CS 232
Algorithms and Data Structures
Edit Distance Assignment
Background
This programming project will require you to implement (in Java) an algorithm to compute the minimum edit distance between two strings. The algorithm will be explained in lecture and you must use that particular algorithm. As with the previous assignment, this is a phased assignment. As was the case previously, any phase submitted early will be graded within seven days or an extension will be granted.
The Problem
Given a string, we assume that the three operations below can each be performed for unit cost:
- Delete a character from the string
- Insert a character into the string
- Change a character in the string
For this problem, you are to read in two strings and compute the cheapest way to convert the first string into the second using the cost model above. For instance, "be" can be converted into "boy" at a cost of 2, by changing the 'e' to an 'o' and then inserting a 'y' at the end.
Phase I (due Friday, April 29 in class)
It is always better to determine your test data before you begin writing code. Doing so prevents you from designing your test data to cover only those cases you dealt with in the code. Therefore, the first phase of the assignment requires that you create a test suite against which you will run your code. Your test suite should include triples indicating, the input (two strings), the (correct) output (just the edit distance will suffice), and the condition being tested.

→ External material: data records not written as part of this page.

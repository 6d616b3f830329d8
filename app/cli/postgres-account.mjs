import { execFileSync, spawnSync } from "node:child_process";
import { isRoot } from "./project.mjs";
import { Sentence } from "./sentence.mjs";

/**
 * @typedef {{ uid: number, gid: number } | undefined} Account undefined for the account of this process
 */

/**
 * The account that the database server runs as. PostgreSQL refuses root; anybody else runs it themselves.
 *
 * @returns {Account}
 */
export function postgresAccount() {
  if (!isRoot) return undefined;
  try {
    const [uid, gid] = ["-u", "-g"].map((option) =>
      Number(execFileSync("id", [option, "postgres"], { encoding: "utf8", stdio: ["ignore", "pipe", "ignore"] })),
    );
    if (uid && gid) return { uid, gid };
  } catch {
    // No such account: told below.
  }
  throw new Sentence(
    "PostgreSQL does not run as root, and this machine has no account 'postgres' to run it as: add one.",
  );
}

/**
 * @param {string} folder
 * @param {Account} account
 * @returns {boolean} whether the account can get into the folder
 */
export function canReach(folder, account) {
  return (
    spawnSync("/bin/sh", ["-c", 'cd -- "$1"', "sh", folder], { cwd: "/", stdio: "ignore", ...account }).status === 0
  );
}
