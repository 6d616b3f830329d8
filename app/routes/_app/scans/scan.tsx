import { ScanInHistory } from "#app/components/films/ScanInHistory.tsx";
import { PageHead } from "#app/components/layout/PageHead.tsx";
import { ScanView } from "#app/components/scans/ScanView.tsx";
import { scopeOf } from "#app/server/contexts.server.ts";
import { acceptedAs } from "#app/services/films/accept-scan.server.ts";
import { getScan } from "#app/services/scans.server.ts";
import type { Route } from "./+types/scan";

export const meta: Route.MetaFunction = ({ loaderData }) => [
  { title: `${loaderData?.scan.label ?? "Scan"} · Scans · Planeward` },
];

export async function loader({ context, params }: Route.LoaderArgs) {
  const scope = scopeOf(context);
  const scan = await getScan(scope, params.scanId);
  return { scan, accepted: await acceptedAs(scope, scan.id) };
}

export default function Scan({ loaderData }: Route.ComponentProps) {
  const { scan, accepted } = loaderData;
  return (
    <>
      <PageHead
        title={scan.label}
        crumbs={[{ name: "Scans", path: "/scans" }]}
        remark={`${scan.program.name}, ${scan.createdAt.slice(0, 10)} ${scan.createdAt.slice(11, 16)} UTC, ${scan.createdBy}, engine ${scan.engineVersion}`}
      />
      <ScanView scan={scan} />
      <ScanInHistory scanId={scan.id} accepted={accepted} curled={scan.result.curled !== null} />
    </>
  );
}
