import { once } from "node:events";
import type { AddressInfo } from "node:net";
import { buffer } from "node:stream/consumers";
import PostalMime from "postal-mime";
import { SMTPServer } from "smtp-server";
import { keepMail, keptId } from "./kept-mail.ts";

interface Options {
  port: number;
  folder: string;
  /** waits before a mail that has come whole is kept, and before its sender is told that it is */
  pause?: { beforeKept?: () => Promise<void>; afterKept?: () => Promise<void> };
}

/** The demo's own mail server: it takes every mail, on the loopback address alone, and delivers it nowhere but into a folder. */
export async function startMailServer({ port, folder, pause = {} }: Options) {
  const server = new SMTPServer({
    authOptional: true,
    disabledCommands: ["AUTH", "STARTTLS"],
    disableReverseLookup: true,
    size: 5_000_000,
    closeTimeout: 500,
    logger: false,
    onData(stream, session, callback) {
      const to = session.envelope.rcptTo.map(({ address }) => address);
      take(stream, to).then(
        () => callback(null),
        (error: unknown) => callback(error instanceof Error ? error : new Error(String(error))),
      );
    },
  });
  // A sender that is killed in the middle of a mail is no fault of the server.
  server.on("error", () => undefined);

  async function take(stream: NodeJS.ReadableStream, to: string[]): Promise<void> {
    const raw = await buffer(stream);
    await pause.beforeKept?.();
    const mail = await PostalMime.parse(raw, { attachmentEncoding: "base64" });
    const messageId = mail.messageId ?? "";
    const pictures = new Map(
      mail.attachments.map(({ contentId, mimeType, content }) => [
        (contentId ?? "").replace(/^<|>$/g, ""),
        `data:${mimeType};base64,${String(content)}`,
      ]),
    );
    await keepMail(folder, raw, {
      id: keptId(messageId),
      messageId,
      to,
      subject: mail.subject ?? "",
      from: mail.from?.address ?? "",
      text: mail.text ?? "",
      html: (mail.html ?? "").replace(/cid:([^"')\s>]+)/g, (cid, name: string) => pictures.get(name) ?? cid),
      headers: Object.fromEntries(mail.headers.map(({ key, value }) => [key, value])),
      arrivedAt: new Date().toISOString(),
    });
    await pause.afterKept?.();
  }

  const listener = server.listen(port, "127.0.0.1");
  await once(listener, "listening");
  return {
    port: (listener.address() as AddressInfo).port,
    stop: () => new Promise<void>((resolve) => server.close(() => resolve())),
  };
}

For instance, ("be"/"boy", 2, typical case) would be the triple for the example above.
Phase II (due Wednesday, May 4, at 4 p.m.)
This program is to read two strings from the keyboard (NOT from a JOptionPane or other widget), and compute the minimum edit distance. It should simply print out the number of steps needed to convert the first string into the second. Only the integer should print; nothing else.
Phase III (due Wednesday, May 4, at 4 p.m.)
In this phase, the program is to compute not only the number of steps, but is to print out the steps themselves, one to a line. A sample output showing the format is shown below:
delete(5)
insert(3,a)
change(2,q)
This output says that the change can be effected by deleting the fifth character, followed by inserting an 'a' before the third character, followed by changing the second character to a 'q'.
Note the spelling of the commands as well as the fact that the letters do NOT have quotes around them. Remember that the initial character of a string has an index of 0.
Note: Phases II and III should be turned in via email.